Taiwan scenario: Recognizing its weaknesses, China appears to be devoting increased resources not to an “invasion” scenario, but to an “intimidation” and perhaps an “area denial” strategy. In contemplating the Taiwan Strait, the most steadfast military reality is its width: 90 miles of open water. In spite of that persistent tactical conundrum, China has never seriously invested in air or sea lift, amphibious assault capabilities, or credible air superiority assets, let alone the creation of a viable marine corps. It is clear that at this time China does not wish to go toe-to-toe with the U.S. Navy, or even attempt an all-out invasion of the island, which would both be politically and militarily disastrous.

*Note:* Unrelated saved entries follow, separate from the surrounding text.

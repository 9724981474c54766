//! The writes of one commit as a value: every key a partition's commit sets
//! to new bytes or removes (a tombstone), in order. The store applies it to
//! sled as one atomic batch and hands it back, so the same set can be
//! shipped elsewhere (a changelog) and applied to another store to rebuild
//! the same state.

use sled::IVec;

/// One commit's writes, in order (a later write of the same key wins).
#[derive(Debug, Clone, Default, PartialEq, Eq)]
pub struct ChangeSet {
    writes: Vec<(IVec, Option<IVec>)>,
}

impl ChangeSet {
    /// Sets `key` to `value`.
    pub fn set(&mut self, key: impl Into<IVec>, value: impl Into<IVec>) {
        self.writes.push((key.into(), Some(value.into())));
    }

    /// Removes `key` (a tombstone).
    pub fn remove(&mut self, key: impl Into<IVec>) {
        self.writes.push((key.into(), None));
    }

    /// Appends every write of `other`, after this set's.
    pub fn extend(&mut self, other: ChangeSet) {
        self.writes.extend(other.writes);
    }

    /// The writes, in order: key, and the new bytes or `None` for a removal.
    pub fn iter(&self) -> impl Iterator<Item = (&[u8], Option<&[u8]>)> {
        self.writes.iter().map(|(k, v)| (k.as_ref(), v.as_deref()))
    }

    /// Number of writes.
    pub fn len(&self) -> usize {
        self.writes.len()
    }

    /// True when there is nothing to write.
    pub fn is_empty(&self) -> bool {
        self.writes.is_empty()
    }

    /// Applies every write to `tree` in one atomic batch.
    pub(crate) fn apply(&self, tree: &sled::Tree) -> Result<(), sled::Error> {
        tree.apply_batch(self.batch())
    }

    /// Every write as one sled batch.
    pub(crate) fn batch(&self) -> sled::Batch {
        let mut batch = sled::Batch::default();
        for (k, v) in &self.writes {
            // Cloning an IVec shares its bytes (no copy for large values).
            match v {
                Some(v) => batch.insert(k.clone(), v.clone()),
                None => batch.remove(k.clone()),
            }
        }
        batch
    }
}
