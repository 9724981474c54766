//! A partition's path statistics as keyed counters (format version 2),
//! written per change: one key per channel-set outcome and per Markov
//! transition, plus one header key with the totals. A commit writes only
//! the counters its batch changed ([`apportion_engine::datadriven::StatsDelta`]),
//! each with its current value (not an increment, so writing one twice is
//! harmless), in the same sled batch as the journeys and offsets.
//!
//! | key | value |
//! | --- | --- |
//! | `p` `h` | header: format version (1 byte, 2), Markov order (1 byte), paths (8 bytes BE), converting paths (8 bytes BE) |
//! | `p` `s` + channel list | converting paths (8 bytes BE), non-converting paths (8 bytes BE) with exactly that set of distinct channels |
//! | `p` `t` + node + node | count of the transition from the first node to the second (8 bytes BE) |
//!
//! A channel list is its length (4 bytes BE) then each name as its length
//! (2 bytes BE) and its UTF-8 bytes; a set's names are sorted byte-wise, a
//! state's are in path order (oldest first). A node is a tag byte, `0`
//! START, `1` a state followed by its channel list, `2` CONVERSION, `3`
//! NULL. Keys name channels, never interned ids, so loading does not
//! depend on the order anything was counted in. The overflow bucket of the
//! channel cap is the channel named `"\0overflow"`.
//!
//! Version 1 was one JSON record of the whole statistics under `m` `stats`,
//! rewritten at every commit; a store holding one is converted the first
//! time its statistics are read (the conversion is staged with the next
//! commit, and the record deleted in the same batch).

use apportion_engine::datadriven::{Counter, Outcomes, PathStats, StatsDelta, StatsNode};

use crate::changes::ChangeSet;
use crate::StoreError;

/// Key prefix of the counters.
pub(crate) const P: u8 = b'p';
/// Format version of the counters (version 1 was the JSON record).
pub const STATS_COUNTERS_VERSION: u8 = 2;

const HEADER: u8 = b'h';
const SET: u8 = b's';
const TRANSITION: u8 = b't';

fn corrupt(detail: impl Into<String>) -> StoreError {
    StoreError::Corrupt { prefix: 'p', detail: detail.into() }
}

pub(crate) fn header_key() -> Vec<u8> {
    vec![P, HEADER]
}

fn put_list(out: &mut Vec<u8>, names: &[String]) {
    out.extend_from_slice(&(names.len() as u32).to_be_bytes());
    for n in names {
        // Channel names are at most 256 bytes (docs/contract.md); a longer
        // name given to the engine directly would not fit 2 bytes.
        let len = u16::try_from(n.len()).expect("channel names are shorter than 64 KiB");
        out.extend_from_slice(&len.to_be_bytes());
        out.extend_from_slice(n.as_bytes());
    }
}

fn put_node(out: &mut Vec<u8>, n: &StatsNode) {
    match n {
        StatsNode::Start => out.push(0),
        StatsNode::State(v) => {
            out.push(1);
            put_list(out, v);
        }
        StatsNode::Conversion => out.push(2),
        StatsNode::Null => out.push(3),
    }
}

/// The key and value of a counter.
pub(crate) fn encode_counter(c: &Counter) -> (Vec<u8>, Vec<u8>) {
    match c {
        Counter::Set { channels, outcomes } => {
            let mut k = vec![P, SET];
            put_list(&mut k, channels);
            let mut v = Vec::with_capacity(16);
            v.extend_from_slice(&outcomes.conversions.to_be_bytes());
            v.extend_from_slice(&outcomes.non_conversions.to_be_bytes());
            (k, v)
        }
        Counter::Transition { from, to, count } => {
            let mut k = vec![P, TRANSITION];
            put_node(&mut k, from);
            put_node(&mut k, to);
            (k, count.to_be_bytes().to_vec())
        }
    }
}

pub(crate) fn encode_header(order: usize, paths: u64, conversions: u64) -> Vec<u8> {
    let mut v = Vec::with_capacity(18);
    v.push(STATS_COUNTERS_VERSION);
    v.push(order as u8);
    v.extend_from_slice(&paths.to_be_bytes());
    v.extend_from_slice(&conversions.to_be_bytes());
    v
}

/// Reads from a key, failing on truncation.
struct Reader<'a>(&'a [u8]);

impl<'a> Reader<'a> {
    fn take(&mut self, n: usize) -> Result<&'a [u8], StoreError> {
        if self.0.len() < n {
            return Err(corrupt("truncated counter key"));
        }
        let (a, b) = self.0.split_at(n);
        self.0 = b;
        Ok(a)
    }

    fn list(&mut self) -> Result<Vec<String>, StoreError> {
        let n = u32::from_be_bytes(self.take(4)?.try_into().expect("4 bytes")) as usize;
        let mut out = Vec::with_capacity(n.min(1024));
        for _ in 0..n {
            let len = u16::from_be_bytes(self.take(2)?.try_into().expect("2 bytes")) as usize;
            let name = std::str::from_utf8(self.take(len)?).map_err(|_| corrupt("channel name is not UTF-8"))?;
            out.push(name.to_string());
        }
        Ok(out)
    }

    fn node(&mut self) -> Result<StatsNode, StoreError> {
        Ok(match self.take(1)?[0] {
            0 => StatsNode::Start,
            1 => StatsNode::State(self.list()?),
            2 => StatsNode::Conversion,
            3 => StatsNode::Null,
            t => return Err(corrupt(format!("unknown node tag {t}"))),
        })
    }
}

fn u64_at(v: &[u8], at: usize) -> Result<u64, StoreError> {
    v.get(at..at + 8)
        .map(|b| u64::from_be_bytes(b.try_into().expect("8 bytes")))
        .ok_or_else(|| corrupt("counter value too short"))
}

/// Decodes one counter key and value (not the header).
fn decode_counter(k: &[u8], v: &[u8]) -> Result<Counter, StoreError> {
    let mut r = Reader(k.get(2..).ok_or_else(|| corrupt("counter key too short"))?);
    let c = match k[1] {
        SET => {
            if v.len() != 16 {
                return Err(corrupt(format!("set counter of {} bytes, expected 16", v.len())));
            }
            Counter::Set {
                channels: r.list()?,
                outcomes: Outcomes { conversions: u64_at(v, 0)?, non_conversions: u64_at(v, 8)? },
            }
        }
        TRANSITION => {
            if v.len() != 8 {
                return Err(corrupt(format!("transition counter of {} bytes, expected 8", v.len())));
            }
            let from = r.node()?;
            let to = r.node()?;
            Counter::Transition { from, to, count: u64_at(v, 0)? }
        }
        t => return Err(corrupt(format!("unknown counter kind {:?}", t as char))),
    };
    if !r.0.is_empty() {
        return Err(corrupt("trailing bytes in a counter key"));
    }
    Ok(c)
}

/// The statistics stored as counters in `tree`, if there are any; an error
/// when they are of another Markov order than `markov_order`.
pub(crate) fn load(tree: &sled::Tree, markov_order: usize) -> Result<Option<PathStats>, StoreError> {
    let Some(h) = tree.get(header_key())? else {
        if tree.scan_prefix([P]).next().is_some() {
            return Err(corrupt("path-statistics counters without their header"));
        }
        return Ok(None);
    };
    match h.first() {
        Some(&STATS_COUNTERS_VERSION) if h.len() == 18 => {}
        Some(&STATS_COUNTERS_VERSION) => return Err(corrupt(format!("header of {} bytes, expected 18", h.len()))),
        Some(&v) => return Err(StoreError::UnknownVersion { found: v, expected: STATS_COUNTERS_VERSION }),
        None => return Err(corrupt("empty header")),
    }
    let order = h[1] as usize;
    if order != markov_order {
        return Err(StoreError::MarkovOrder { stored: order, configured: markov_order });
    }
    let (paths, conversions) = (u64_at(&h, 2)?, u64_at(&h, 10)?);
    let mut counters = Vec::new();
    for item in tree.scan_prefix([P]) {
        let (k, v) = item?;
        if k.as_ref() == header_key().as_slice() {
            continue;
        }
        counters.push(decode_counter(&k, &v)?);
    }
    PathStats::from_counters(order, paths, conversions, counters)
        .map(Some)
        .map_err(|e| corrupt(format!("path statistics: {e}")))
}

/// Stages the writes of `delta` (changes of `stats`): the changed counters
/// and the header; for a full delta, first the removal of every counter
/// stored in `tree`. Nothing for an empty delta.
pub(crate) fn stage_delta(
    tree: &sled::Tree,
    stats: &PathStats,
    delta: &StatsDelta,
    out: &mut ChangeSet,
) -> Result<(), StoreError> {
    if delta.is_empty() {
        return Ok(());
    }
    if delta.full {
        stage_drop(tree, out)?;
    }
    let mut writes: Vec<(Vec<u8>, Vec<u8>)> = delta.counters.iter().map(encode_counter).collect();
    // In key order: the same changes give the same change set.
    writes.sort_unstable();
    for (k, v) in writes {
        out.set(k, v);
    }
    out.set(header_key(), encode_header(stats.markov_order(), stats.paths(), stats.conversions()));
    Ok(())
}

/// Stages the removal of every counter in `tree`; returns how many.
pub(crate) fn stage_drop(tree: &sled::Tree, out: &mut ChangeSet) -> Result<usize, StoreError> {
    let mut n = 0;
    for item in tree.scan_prefix([P]) {
        out.remove(item?.0);
        n += 1;
    }
    Ok(n)
}
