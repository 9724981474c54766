//! Typed configuration: defaults, then the TOML file, then `APPORTION_*`
//! environment variables, then command-line flags.
//!
//! Every field is documented in [`DEFAULT_CONFIG`], the file printed by
//! `apportion config --print-default`; a test checks that this file parses to
//! exactly [`Config::default`] and mentions every field, so the reference
//! cannot drift from the structs.

use std::path::{Path, PathBuf};

use anyhow::{bail, Context, Result};
use apportion_contract::{ModelId, Period};
use apportion_engine::journey::Rules;
use apportion_engine::registry::{check_params, ModelPlan, RuleParams};
pub use apportion_sinks::parquet::ParquetConfig;
pub use apportion_sinks::postgres::{OnUnavailable, PostgresConfig};
use serde::{Deserialize, Serialize};

/// The documented default configuration file.
pub const DEFAULT_CONFIG: &str = include_str!("default_config.toml");

/// The largest `max_event_bytes` accepted: well below the longest line the
/// file follower reads (64 MiB), so a longer line is always rejected as
/// `too_large`.
pub const MAX_EVENT_BYTES_LIMIT: usize = 16 << 20;

/// Default of `embedded.max_body_bytes`: 16 MiB.
pub const DEFAULT_MAX_BODY_BYTES: usize = 16 << 20;

/// The largest `embedded.max_body_bytes` accepted: 1 GiB.
pub const MAX_BODY_BYTES_LIMIT: usize = 1 << 30;

/// What to do with an event older than the watermark.
#[derive(Debug, Clone, Copy, PartialEq, Eq, Serialize, Deserialize, Default)]
#[serde(rename_all = "snake_case")]
pub enum LatePolicy {
    /// Send it to the dead-letter output with reason `late`.
    #[default]
    DeadLetter,
    /// Apply it anyway (it joins the user's open journey).
    Apply,
}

Under these conditions, stand-off, coercive weapons, such as cruise and ballistic missiles, make good sense for the Chinese military. This explains their rapid build up of short range missiles opposite Taiwan, their interest in the SS-N-2 “Sunburn” missiles aboard the Sovremenny class destroyers purchased from Russia, and continued R&D to improve China’s indigenous cruise missiles. In the most dire scenario, China would use its missiles to attack Taiwan in hopes of bringing about a rapid capitulation. However, history tells us that missiles alone usually cannot prove decisive, and need to be backed up by comprehensive and effective conventional forces—manpower, ships, planes—to complete the job.

Nevertheless, the United States should continue to equip Taiwan to defend itself against potential Chinese coercion, especially with regard to possible missile attack. Providing lower-tier, land-based missile defenses to Taiwan is consistent with U.S. commitments under the Taiwan Relations Act and is entirely appropriate given China’s continuing build-up of missiles opposite Taiwan. Other, follow-on sales of more capable missile defenses should await further study of their diplomatic and military-technical implications. The U.S. side should more seriously urge Taiwan to develop its “passive defenses”—hardening command posts, shelters, and other key facilities, for example—to better withstand a possible Chinese missile attack.

Nuclear weapons modernization: From China’s decision to build the bomb in the mid-1950s, nuclear weapons have always been seen as a critical trump card to make up for the country’s comparatively poor conventional capabilities and prevent what China terms “nuclear blackmail.” The situation is no less true today, and China will devote considerable resources to assuring the viability of its nuclear deterrent.

After more than 35 years as a nuclear weapons power, China is now in the early stages of deploying a second-generation nuclear force that over the next 10 to 15 years will present the United States with an entirely new strategic situation. Having sensed the vulnerability of its strategic forces for a decade or more, especially with regard to its intercontinental ballistic missiles (ICBM), China’s ongoing nuclear weapons modernization will build toward a far more qualitatively and quantitatively capable deterrent. China will deploy an all-mobile, solid-fuel missile force, build a larger number of strategic missiles, and these systems could be armed with multiple warheads. Drawing from work I conducted for the National Intelligence Council with a colleague from the RAND Corporation, Dr. James Mulvenon, I would argue that this more modern arsenal will aim for a credible, minimal deterrent vis-à-vis the United States, and a more forward-leaning, counterforce, warfighting posture of “limited deterrence” for its theater systems.

As we move forward with our national missile defense (NMD) plans, we need to more fully integrate this new reality into our thinking. The current debate on these questions either a form of NMD or stable relations with China—strikes me as wrongheaded. Rather, our aim should be to achieve both. In any event, we have not taken into adequate account the range of negative steps China may take in response to our NMD plans—from accelerated strategic modernization, to driving a wedge into our alliance relationships, to proliferation of countermeasures. We need to be better prepared to avert or shape such negative responses in ways that favor U.S. interests.